Street Lamps

Amateur astronomers complain of light pollution and can’t properly observe celestial bodies. Others complain streets and sidewalks are poorly lit, therefore unsafe.

I sometimes wonder whether we need to spend so much energy on lighting streets all night. While in Ukraine this summer, the lack of street lamps in urban residential areas was remarkable. Felt as if I was in the country, walking from building to building in the dark.

What if we lowered the power requirements? This street lamp, powered by solar and wind, outside the Panasonic Center in Tokyo presents a simple solution.

According a story on Reuters earlier today, prices for solar panels are expected to drop:

The solar power sector will produce an over supply of solar panels in 2009, said Zhengrong Shi, chief executive of the world’s biggest module manufacturer Suntech (STP.N: Quote, Profile, Research, Stock Buzz).

“We expect definitely an over supply of modules next year,” he told Reuters in an interview, adding Suntech expected its euro-denominated prices to fall by 10-15 percent next year, by 25-30 percent in dollars, compared to the third quarter of 2008.

“The financial crisis has accelerated that situation,” Shi said. The entire sector could halve the cost of solar power before 2012, he added, assuming companies cooperated on cutting prices across the supply chain.

Low-carbon solar photovolataic (PV) power is much more expensive than fossil fuel alternatives and provides a tiny fraction of the world’s electricity. The sector is under pressure to cut costs to prove it can scale up.

“Definitely it’s do-able,” Shi said, referring to a goal of cutting the cost of solar-powered electricity before 2012 to about 16 euro cents per kilowatt hour, compared to a guaranteed solar power price in much of Europe now of about 30 cents.

“We can’t do it on our own. The whole industry has to contribute, can achieve it. Otherwise the market will be limited, governments will get impatient.”

Suntech makes solar panels from highly purified silicon. A generally less efficient but cheaper solar PV alternative is called thin film, made from dyes and other materials, and that sector is cutting prices, too.

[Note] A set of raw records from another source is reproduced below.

package friction

import (
	"math"

	"leat/compute/section"
	"leat/compute/solve"
)

// Power is a law in which the conveyance is a constant times a power of the hydraulic radius,
//
//	K = C * A * R^(2/3)   with Form Manning
//	K = C * A * R^(1/2)   with Form Chezy
//
// so that it depends neither on slope nor on discharge. It is exported for solvers that treat such a law in closed form:
// they test for it with a type assertion to Power.
type Power struct {
	C    float64 // m^(1/3)/s for Manning's and Strickler's law, m^(1/2)/s for Chezy's
	form Form
}

// NewManning returns Manning's law, K = A R^(2/3)/n with n in s/m^(1/3) (R. Manning 1891, in the form of common practice).
// It fails with compute.Faults where n is not from 1e-6 to 1e3.
func NewManning(n float64) (Law, error) {
	if faults := withinManning(nil, "manning", n); len(faults) > 0 {
		return nil, faults
	}
	return Power{C: 1 / n, form: Manning}, nil
}

// NewStrickler returns the law of Gauckler and Strickler, K = k A R^(2/3) with k = 1/n in m^(1/3)/s (A. Strickler 1923).
// It fails with compute.Faults where k is not from 1e-3 to 1e6.
func NewStrickler(k float64) (Law, error) {
	if faults := within(nil, "strickler", "Strickler coefficient", k, leastStrickler, greatestStrickler); len(faults) > 0 {
		return nil, faults
	}
	return Power{C: k, form: Manning}, nil
}

// NewChezy returns Chezy's law, K = C A R^(1/2) with C in m^(1/2)/s (A. de Chezy 1768).
// It fails with compute.Faults where C is not from 1e-3 to 1e6.
func NewChezy(c float64) (Law, error) {
	if faults := within(nil, "chezy", "Chezy coefficient", c, leastChezy, greatestChezy); len(faults) > 0 {
		return nil, faults
	}
	return Power{C: c, form: Chezy}, nil
}

// Exponent returns the power of the hydraulic radius: 2/3 or 1/2.
func (p Power) Exponent() float64 {
	if p.form == Chezy {
		return 1. / 2
	}
	return 2. / 3
}

// At returns the conveyance, which is the same at every slope and discharge.
func (p Power) At(g section.Geometry) Conveyance {
	if !(g.Area > 0 && g.Perimeter > 0) {
		return Conveyance{}
	}
	if p.form == Chezy {
		speed := p.C * math.Sqrt(g.Area/g.Perimeter)
		return Conveyance{
			K:    speed * g.Area,
			Rate: speed * (1.5*g.TopWidth - 0.5*g.Area/g.Perimeter*g.PerimeterRate),
		}
	}
	return manning(g, p.C)
}

// Conveyance returns K alone, from the area and the hydraulic radius.
func (p Power) Conveyance(area, radius float64) float64 {
	switch {
	case !(area > 0 && radius < math.Inf(1)):
		return 0
	case p.form == Chezy:
		return p.C * math.Sqrt(radius) * area
	}
	return p.C * solve.TwoThirds(radius) * area
}

// FrictionSlope returns (discharge/K)^2 with K as At gives it but for its last places, at less cost where R^(-1/3) serves for the root; +Inf where there
// is no conveyance.
func (p Power) FrictionSlope(g section.Geometry, discharge float64) float64 {
	if !(g.Area > 0 && g.Perimeter > 0) {
		return math.Inf(1)
	}
	velocity := discharge / (p.C * g.Area)
	inverse := g.Perimeter / g.Area
	if p.form == Chezy {
		return velocity * velocity * inverse
	}
	root := solve.InverseCubeRoot(g.Area / g.Perimeter)
	return velocity * velocity * (inverse * root)
}

// AtSlope implements Law.
func (p Power) AtSlope(g section.Geometry, _ float64) Conveyance { return p.At(g) }

// AtDischarge implements Law.
func (p Power) AtDischarge(g section.Geometry, _ float64) Conveyance { return p.At(g) }

// Coefficients implements Law: the section is one, so both are 1.
func (p Power) Coefficients(section.Geometry) Coefficients { return one }

// Breaks implements Law: there are none.
func (p Power) Breaks() []float64 { return nil }

// Form implements Law.
func (p Power) Form() Form { return p.form }

// one is what every law answers that treats the section as one.
var one = Coefficients{Energy: 1, Momentum: 1}

// manning returns c A R^(2/3) and its derivative c R^(2/3) (5/3 T - 2/3 R dP/dy).
func manning(g section.Geometry, c float64) Conveyance {
	radius := g.Area / g.Perimeter
	speed := c * solve.TwoThirds(radius)
	return Conveyance{
		K:    speed * g.Area,
		Rate: speed * (5*g.TopWidth - 2*radius*g.PerimeterRate) / 3,
	}
}
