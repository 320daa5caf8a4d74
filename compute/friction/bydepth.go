package friction

import (
	"math"
	"slices"
	"strconv"

	"leat/compute"
	"leat/compute/section"
)

// ManningByDepth is Manning's law with a coefficient that depends on the depth of flow: linear between the given depths,
// constant below the first and above the last.
type ManningByDepth struct {
	depths, n []float64
	breaks    []float64
}

// NewManningByDepth returns the law of rows of depth in m and Manning's n in s/m^(1/3). It fails with compute.Faults where there is
// no row, depths are negative or do not rise, or an n is not from 1e-6 to 1e3.
func NewManningByDepth(rows [][2]float64) (Law, error) {
	var faults compute.Faults
	if len(rows) == 0 {
		faults = append(faults, compute.Fault{Member: "manning_by_depth", Code: "empty", Detail: "At least one row of depth and Manning coefficient must be given."})
	}
	law := &ManningByDepth{depths: make([]float64, len(rows)), n: make([]float64, len(rows))}
	for i, row := range rows {
		law.depths[i], law.n[i] = row[0], row[1]
		member := "manning_by_depth/" + strconv.Itoa(i)
		switch depth := row[0]; {
		case math.IsNaN(depth) || math.IsInf(depth, 0):
			faults = append(faults, compute.Fault{Member: member + "/0", Code: "not_finite", Detail: "The depth must be a finite number."})
		case depth < 0:
			faults = append(faults, compute.Fault{Member: member + "/0", Code: "negative", Detail: "The depth must be 0 or more."})
		case depth > greatestDepth:
			faults = append(faults, compute.Fault{Member: member + "/0", Code: "out_of_range", Detail: "The depth is greater than any that occurs; check its unit."})
		case i > 0 && !(depth > rows[i-1][0]):
			faults = append(faults, compute.Fault{Member: member + "/0", Code: "not_rising", Detail: "The depth must be greater than that of the row before."})
		}
		faults = withinManning(faults, member+"/1", row[1])
	}
	if len(faults) > 0 {
		return nil, faults
	}
	law.breaks = law.depths
	if law.breaks[0] == 0 {
		law.breaks = law.breaks[1:]
	}
	return law, nil
}

// Coefficient returns Manning's n at a depth and its derivative with depth (at a given depth, that of the piece below).
func (m *ManningByDepth) Coefficient(depth float64) (n, rate float64) {
	i, _ := slices.BinarySearch(m.depths, depth)
	if i == 0 {
		return m.n[0], 0
	}
	if i == len(m.n) {
		return m.n[i-1], 0
	}
	low, high := m.depths[i-1], m.depths[i]
	rate = (m.n[i] - m.n[i-1]) / (high - low)
	// From the nearer end, so that the given values are met exactly.
	if depth-low < high-depth {
		return m.n[i-1] + rate*(depth-low), rate
	}
	return m.n[i] - rate*(high-depth), rate
}

// At returns the conveyance, which is the same at every slope and discharge.
func (m *ManningByDepth) At(g section.Geometry) Conveyance {
	if !(g.Area > 0 && g.Perimeter > 0) {
		return Conveyance{}
	}
	n, rate := m.Coefficient(g.Depth)
	answer := manning(g, 1/n)
	answer.Rate -= answer.K * rate / n
	return answer
}

// AtSlope implements Law.
func (m *ManningByDepth) AtSlope(g section.Geometry, _ float64) Conveyance { return m.At(g) }

// AtDischarge implements Law.
func (m *ManningByDepth) AtDischarge(g section.Geometry, _ float64) Conveyance { return m.At(g) }

// Coefficients implements Law: the section is one, so both are 1.
func (m *ManningByDepth) Coefficients(section.Geometry) Coefficients { return one }

// Breaks implements Law: the given depths.
func (m *ManningByDepth) Breaks() []float64 { return m.breaks }

// Form implements Law.
func (m *ManningByDepth) Form() Form { return General }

“We haven’t cut prices of our solar panels as they are already priced below the market but others have been lowering their prices visibly over the last months,” said Mike Ahearn, chief executive of First Solar (FSLR.O: Quote, Profile, Research, Stock Buzz), a thin-film manufacturer.

Improving infrastructure and using clean energy simultaneously is something we might see after Mr. Obama takes office in January. Why not street lamps? There’s probably more than 15 million of those in the U.S. alone. They’re being deployed in China now.